Ruggedness to shifts and distortion in the image

Detection using CNN is rugged to distortions such as change in shape because of camera lens, different lighting conditions, different poses, presence of partial occlusions, horizontal and vertical shifts, etc. It is because CNNs are shift invariant, since the same weight configuration is used across space.

Fewer memory requirements

In the convolutional layer, the same coefficients are used across different locations in the space, so the memory requirement is drastically reduced.

Easier and better training

In a CNN, since the number of parameters is drastically reduced, training time is proportionately reduced.

Translational (In)Variance

Now, an image is a 2D data in the spatial sense, and it has objects distributed in its ‘region’.

What I mean is: an image is usually an image of an object. Say a cat. And a cat can be located anywhere in the image region. And there can be many such ‘objects’ in the given image, and they can be spatially disbursed around its planar region. An image of a traffic signal, for example, in which there are many objects of many kinds.

But neural networks of dense type (as in Multi-Layer Perceptron) take in features with no regard to their spatial position in the planar region of the image. The two-dimensional nature of the image gets lost when it is ‘FLATTENED’ before we feed the features (digit values) into the network.

So there is a loss of information. The MLP can learn to know which object is in the image, but it cannot learn where it is. In other words, the MLPs are translationally variant.

Convolution makes a network translationally invariant.

On Convolution operation — The big question

Convolution operation improves the neural network in the sense that it is now able to recognize an object no matter where it is moved within the image.

Unlike a normal dense layer, where every node is connected to every other node, a convolution layer breaks apart the image in a special way so that it can recognize the same object in different locations in the image-space.

There are a few ‘steps’ involved.

The first step is to break the image into small, overlapping tiles. A small window (kernel/filter) is passed over the image- as in: it translates across the entire image-space. And every time it lands somewhere, it output a new image-tile.

Now we have a set of tiles- in the next layer. And this set of image-tiles is now passed through the same neural network layer, where each tile is processed the same way and we save a value each time.

One can think it this way- By this process, in a way, we’re turning the image into an array, where each entry in the array represents whether the neural network thinks a certain pattern appears at that part of the image.

This exact process is again repeated, but with a different set of weights, creating another feature map that tells us whether a certain pattern appears in the image. But because we’re using different weights, the network looks for a pattern different from the first time.

We can repeat this process several times until we have several layers in our new array. This turns our original array into a 3D array called feature map.
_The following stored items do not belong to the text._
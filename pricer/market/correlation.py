"""Correlation matrices by id: checked once, repaired where needed, trusted afterwards."""

from __future__ import annotations

from collections.abc import Sequence
from dataclasses import dataclass, field

import numpy as np
from numpy.typing import NDArray

from pricer.market.nearest_correlation import nearest_correlation, with_unit_diagonal

#: Differences between mirrored entries, or of a diagonal entry from 1, up to this size are rounding.
ROUNDING = 1e-10

#: Eigenvalues of a repaired matrix are at least this, so that it has a Cholesky factor.
SMALLEST_EIGENVALUE = 1e-10


@dataclass(frozen=True, slots=True, eq=False)
class CorrelationMatrix:
    """Correlations of log-levels: ``matrix`` (n, n) with rows and columns in the order of ``ids``.

    Made by :func:`checked`: symmetric, unit diagonal, no negative eigenvalue beyond rounding.
    """

    ids: tuple[str, ...]
    matrix: NDArray[np.float64]
    _index: dict[str, int] = field(init=False, repr=False)

    def __post_init__(self) -> None:
        n = len(self.ids)
        if len(set(self.ids)) != n or self.matrix.shape != (n, n):
            raise ValueError(f"{len(set(self.ids))} different ids for a matrix of shape {self.matrix.shape}")
        object.__setattr__(self, "_index", {name: i for i, name in enumerate(self.ids)})
        matrix = self.matrix.copy()
        matrix.setflags(write=False)
        object.__setattr__(self, "matrix", matrix)

    def __contains__(self, name: object) -> bool:
        return name in self._index

    def sub(self, ids: Sequence[str]) -> NDArray[np.float64]:
        """Correlations among ``ids``, in their order: (len(ids), len(ids)). Raises KeyError for an unknown id."""
        missing = [name for name in ids if name not in self._index]
        if missing:
            raise KeyError(f"the correlation matrix does not hold {', '.join(missing)}")
        rows = [self._index[name] for name in ids]
        out: NDArray[np.float64] = self.matrix[np.ix_(rows, rows)]
        return out


@dataclass(frozen=True, slots=True)
class Repair:
    """What it took to make a matrix a correlation matrix.

    ``smallest_eigenvalue`` is that of the matrix as given, ``distance`` the Frobenius
    norm of the change, ``largest_change`` the largest of one entry, which is that of
    ``pair`` and went from ``before`` to ``after``.
    """

    smallest_eigenvalue: float
    distance: float
    largest_change: float
    pair: tuple[str, str]
    before: float
    after: float


class CorrelationError(ValueError):
    """The matrix is too far from any correlation matrix to be replaced by one."""

    def __init__(self, repair: Repair, limit: float) -> None:
        super().__init__(repair, limit)
        self.repair = repair
        self.limit = limit

    def __str__(self) -> str:
        r = self.repair
        return (
            f"the correlations contradict each other (smallest eigenvalue {r.smallest_eigenvalue:.4f}): the nearest "
            f"correlation matrix moves {r.pair[0]} / {r.pair[1]} from {r.before:.4f} to {r.after:.4f}, more than the "
            f"limit of {self.limit:g}"
        )


def checked(
    ids: Sequence[str], matrix: NDArray[np.float64], limit: float = 0.10
) -> tuple[CorrelationMatrix, Repair | None]:
    """A matrix that can be trusted, and the repair it took (None for none).

    ``matrix`` : (n, n), finite, symmetric, unit diagonal, entries from -1 to 1; anything
    else is a ValueError that names the pair. A matrix with a negative eigenvalue is
    replaced by the nearest correlation matrix, with eigenvalues of at least
    ``SMALLEST_EIGENVALUE``; if that moves an entry by more than ``limit``,
    :class:`CorrelationError` carries the repair instead.
    """
    names = tuple(ids)
    given = _well_formed(names, np.array(matrix, dtype=float))
    n = len(names)
    smallest = float(np.linalg.eigvalsh(given)[0])
    if smallest >= -1e-14 * n:  # what is left of an eigenvalue 0 in double precision
        return CorrelationMatrix(names, given), None
    repaired = _with_positive_eigenvalues(nearest_correlation(given))
    change = repaired - given
    i, j = np.unravel_index(int(np.argmax(np.abs(np.triu(change, 1)))), (n, n))
    repair = Repair(
        smallest_eigenvalue=smallest,
        distance=float(np.linalg.norm(change)),
        largest_change=float(abs(change[i, j])),
        pair=(names[i], names[j]),
        before=float(given[i, j]),
        after=float(repaired[i, j]),
    )
    if repair.largest_change > limit:
        raise CorrelationError(repair, limit)
    return CorrelationMatrix(names, repaired), repair


def _well_formed(ids: tuple[str, ...], matrix: NDArray[np.float64]) -> NDArray[np.float64]:
    n = len(ids)
    if n == 0 or matrix.shape != (n, n):
        raise ValueError(f"a matrix of shape {matrix.shape} does not hold the correlations of {n} ids")
    for i, a in enumerate(ids):
        for j, b in enumerate(ids[: i + 1]):
            value, mirrored = float(matrix[i, j]), float(matrix[j, i])
            if not (np.isfinite(value) and np.isfinite(mirrored)):
                raise ValueError(f"the correlation of {a} with {b} is not a finite number")
            if i == j and abs(value - 1.0) > ROUNDING:
                raise ValueError(f"the correlation of {a} with itself must be 1; got {value:g}")
            if abs(value - mirrored) > ROUNDING:
                raise ValueError(f"the correlation of {a} with {b} is {value:g}, but that of {b} with {a} {mirrored:g}")
            if abs(value) > 1.0 + ROUNDING:
                raise ValueError(f"the correlation of {a} with {b} must lie between -1 and 1; got {value:g}")
    out: NDArray[np.float64] = np.clip(0.5 * (matrix + matrix.T), -1.0, 1.0)
    np.fill_diagonal(out, 1.0)
    return out


def _with_positive_eigenvalues(matrix: NDArray[np.float64]) -> NDArray[np.float64]:
    values, vectors = np.linalg.eigh(matrix)
    # Twice the floor: bringing the diagonal back to 1 may lower the smallest eigenvalue a little.
    raised = (vectors * np.maximum(values, 2.0 * SMALLEST_EIGENVALUE)) @ vectors.T
    return with_unit_diagonal(raised)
Each element in the array represents where a certain pattern occurs.

Feature map

The feature map stores the outputs of different convolution operations between different image sections and the filter(s). This is the input for the next pooling layer.
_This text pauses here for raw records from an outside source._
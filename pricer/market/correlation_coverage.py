"""Whether the market knows the correlation of every pair that a trade depends on."""

from __future__ import annotations

from collections.abc import Iterator
from itertools import combinations

from pricer.contracts.book import Trade
from pricer.core.issues import Issue
from pricer.market.findings import Locate, error, markets_reason, words
from pricer.market.market import CORRELATIONS, Market
from pricer.market.trade_names import cell_of, names_of, structural_default


def correlation_coverage(trade: Trade, market: Market, place: Locate) -> Iterator[Issue]:
    """An error for every correlation among the trade's underlyings and exchange rates that is not known."""
    yield from _correlations(trade, market, place)
    yield from _unknown_pairs(trade, market, place)


def _correlations(trade: Trade, market: Market, place: Locate) -> Iterator[Issue]:
    names = [name for name in names_of(trade) if name in market.underlyings]
    if len(names) < 2:
        return
    if market.correlation is None:
        yield error(
            place("trade_id"),
            "no-correlations",
            "no usable correlation matrix",
            f"correlations among {words(names)}",
            markets_reason(market.rejected.get(CORRELATIONS, ()))
            or "Add the correlations of the trade's underlyings to the correlations table of the market.",
        )
        return
    told: set[str] = set()  # a pair is told once, at the first of the two
    for name in names:
        if name in market.correlation:
            continue
        told.add(name)
        others = [other for other in names if other not in told]
        if others:
            yield error(
                cell_of(name, place),
                "missing-correlation",
                f'no correlation of underlying "{name}" with {words(others)}',
                "a correlation for every pair of the trade's underlyings",
                markets_reason(market.rejected.get(f"{CORRELATIONS}:{name}", ()))
                or f'Add a row and a column "{name}" to the correlations table of the market.',
            )


def _unknown_pairs(trade: Trade, market: Market, place: Locate) -> Iterator[Issue]:
    """Pairs of the trade's underlyings and exchange rates whose cells in the matrix gave no number."""
    structural = structural_default(trade)
    ids = {} if structural is None else {structural.assets: "assets"}
    ids |= {name: f"underlying:{name}" for name in trade.contract.underlyings}
    ids = {name: ids[name] for name in names_of(trade) if name in market.underlyings}
    if trade.contract.conversion is not None:
        currencies = dict.fromkeys(market.underlyings[name].currency for name in ids)
        for currency in (other for other in currencies if other != trade.currency):
            try:
                factors = market.fx.log_factors(currency, trade.currency)
            except (LookupError, ValueError):
                continue  # told with the conversion
            ids |= {name: "conversion" for pair in factors for name in (pair, pair[3:] + pair[:3])}
    for first, second in combinations(ids, 2):
        why = market.why_unknown(first, second)
        if why:
            yield error(
                place(ids[first]) or place("currency"),
                "missing-correlation",
                f"no correlation of {first} with {second}",
                "a correlation for every pair that the trade depends on",
                markets_reason(why),
            )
The number of elements in the feature map is equal to the number of different image sections that we obtained by moving the filter(s) on the image. But because we are checking each tile of the original image, it doesn’t matter where in the image a pattern occurs. We can find it anywhere.

The feature map uses the information of these patterns to decide which of them are most important in determining the final output.
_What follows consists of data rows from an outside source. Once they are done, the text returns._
@pytest.mark.parametrize(
    "run",
    [
        empty(),
        empty(refusals=refusals(), issues=WARNINGS),
        outcome(3, refused=(), cross_checks=(), issues=()),
        empty(valuations=(valuation(1, deltas=()),)),
    ],
    ids=["nothing read", "nothing priced", "nothing checked", "no sensitivities"],
)
def test_empty_parts_say_so(run, tmp_path):
    workbook = opened(run, tmp_path / "may")
    assert workbook.sheetnames == SHEETS
    for title, (name, _) in TABLE_SHEETS.items():
        sheet = workbook[title]
        if tables(run)[name].empty:
            assert sheet.cell(HEADING + 1, 1).value.endswith(".")
            assert not sheet.auto_filter.ref
        else:
            assert sheet.auto_filter.ref
    if not run.valuations:
        assert "no trade was priced" in texts(workbook["Summary"])
        assert workbook["Summary"]._charts == []


def test_a_large_book_shows_its_largest_groups_and_the_rest_in_one_line(tmp_path):
    trades = tuple(
        valuation(i, strategy=f"strategy {i % 20}", product=f"product {i % 13}", counterparty=f"name {i % 300}")
        for i in range(300)
    )
    run = empty(valuations=trades)
    found = texts(opened(run, tmp_path / "may")["Summary"])
    assert "other (8)" in found
    assert "other (288)" in found
    assert sum(text.startswith("strategy ") for text in found) == 12
    assert sum(text.startswith("product ") for text in found) == 13  # more than other tables have room for


def test_many_causes_are_counted_and_the_first_are_shown(tmp_path):
    many = tuple(Refusal(f"R-{i:03}", (issue(found=f"-{i}"),)) for i in range(40))
    workbook = opened(outcome(5, refused=many), tmp_path / "may")
    found = texts(workbook["Summary"])
    assert sum(text.startswith("R-") for text in found) == 5
    assert "and 35 more causes: sheet Why not priced" in found
    assert sum(text.startswith("R-") for text in texts(workbook["Valuations"])) == 40
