"""Order of slices in time: where one expiry's total variance lies above the next one's, and how to mend it."""

from __future__ import annotations

import math
from dataclasses import replace
from typing import TypeVar

import numpy as np
from numpy.typing import NDArray

from pricer.market.corrected_slice import CorrectedSlice, Slice, base_of
from pricer.market.svi import SviSlice
from pricer.market.svi_repair import is_butterfly_free

Array = NDArray[np.float64]
_Either = TypeVar("_Either", SviSlice, CorrectedSlice)

#: Bounds are kept, and calendar order is promised, this many standard deviations of the log-level from the forward.
RANGE = 8.0
#: Points in standard deviations within it where slices are checked, dense near the forward.
FINE_GRID: Array = RANGE * np.sinh(np.linspace(-3.0, 3.0, 361)) / math.sinh(3.0)
#: Slices apart by this share of the variance at the forward on all of ``FINE_GRID`` do not cross between its points:
#: the narrowest slices bend by a fiftieth of that over its steps.
CLEARLY_APART = 0.02


def is_admissible(smile: Slice, before: Slice | None, next_deviation: float = 0.0) -> bool:
    """Free of butterfly arbitrage (see :func:`reach`), and within ``RANGE`` nowhere below the slice ``before``."""
    return is_free(smile, next_deviation) and (before is None or excess(before, smile)[1] <= 0.0)


def excess(before: Slice, later: Slice) -> tuple[float, float]:
    """(k, amount) where the earlier slice lies furthest above the later one, within RANGE of the later.

    Found to the grid's spacing only, where they are clearly apart.
    """
    k = spread(later)
    apart = -CLEARLY_APART * float(later.total_variance(0.0))
    for _ in range(3):  # closing in: between the points of the grid two hyperbolas may still cross
        lack = before.total_variance(k) - later.total_variance(k)
        i = int(np.argmax(lack))
        at, most = float(k[i]), float(lack[i])
        if most < apart:
            break
        k = np.linspace(k[max(i - 1, 0)], k[min(i + 1, k.size - 1)], 21)
    return at, most


def lifted(later: _Either, before: Slice | None) -> _Either | None:
    """``later`` raised at all strikes by what it lacks to lie above ``before``; None where wings cross far out."""
    for _ in range(12):  # a higher slice is also compared further out
        lack = 0.0 if before is None else excess(before, later)[1]
        if lack <= 0.0:
            return later
        base = base_of(later)
        higher = replace(base, a=base.a + 1.01 * lack + 1e-10)
        later = replace(later, base=higher) if isinstance(later, CorrectedSlice) else higher
    return None


def stretched(before: SviSlice, variance: float) -> SviSlice:
    """``before`` carried on to a later time: the same smile in standard deviations, never below it."""
    ratio = max(variance / float(before.total_variance(0.0)), 1.0)
    root = math.sqrt(ratio)
    return SviSlice(ratio * before.a, root * before.b, before.rho, root * before.m, root * before.sigma)


def is_free(smile: Slice, next_deviation: float = 0.0) -> bool:
    """Whether it has no butterfly arbitrage within :func:`reach`."""
    return is_butterfly_free(smile, reach(smile, next_deviation))


def reach(smile: Slice, next_deviation: float = 0.0) -> float:
    """Log-moneyness a little beyond ``RANGE``, so that lifting a slice a little leaves it checked.

    ``next_deviation`` : that of the next expiry at the forward. Between the two, total variance is part of this
    slice's wherever the next one matters, and has no density there if this one has none.
    """
    return 1.05 * RANGE * max(math.sqrt(float(smile.total_variance(0.0))), next_deviation)


def spread(smile: Slice) -> Array:
    """Log-moneyness of ``FINE_GRID`` in the slice's own deviations."""
    out: Array = FINE_GRID * math.sqrt(float(smile.total_variance(0.0)))
    return out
Adding a convolutional layer makes it possible for our neural network to be able to find the pattern, no matter where it appears in an image. And we can have several convolutional layers that repeat this process multiple times.

The idea is- we keep squishing down the image with each convolutional layer while still capturing the most important information from it, so that, by the time we reach the output layer, the neural network can identify whether or not the object appeared.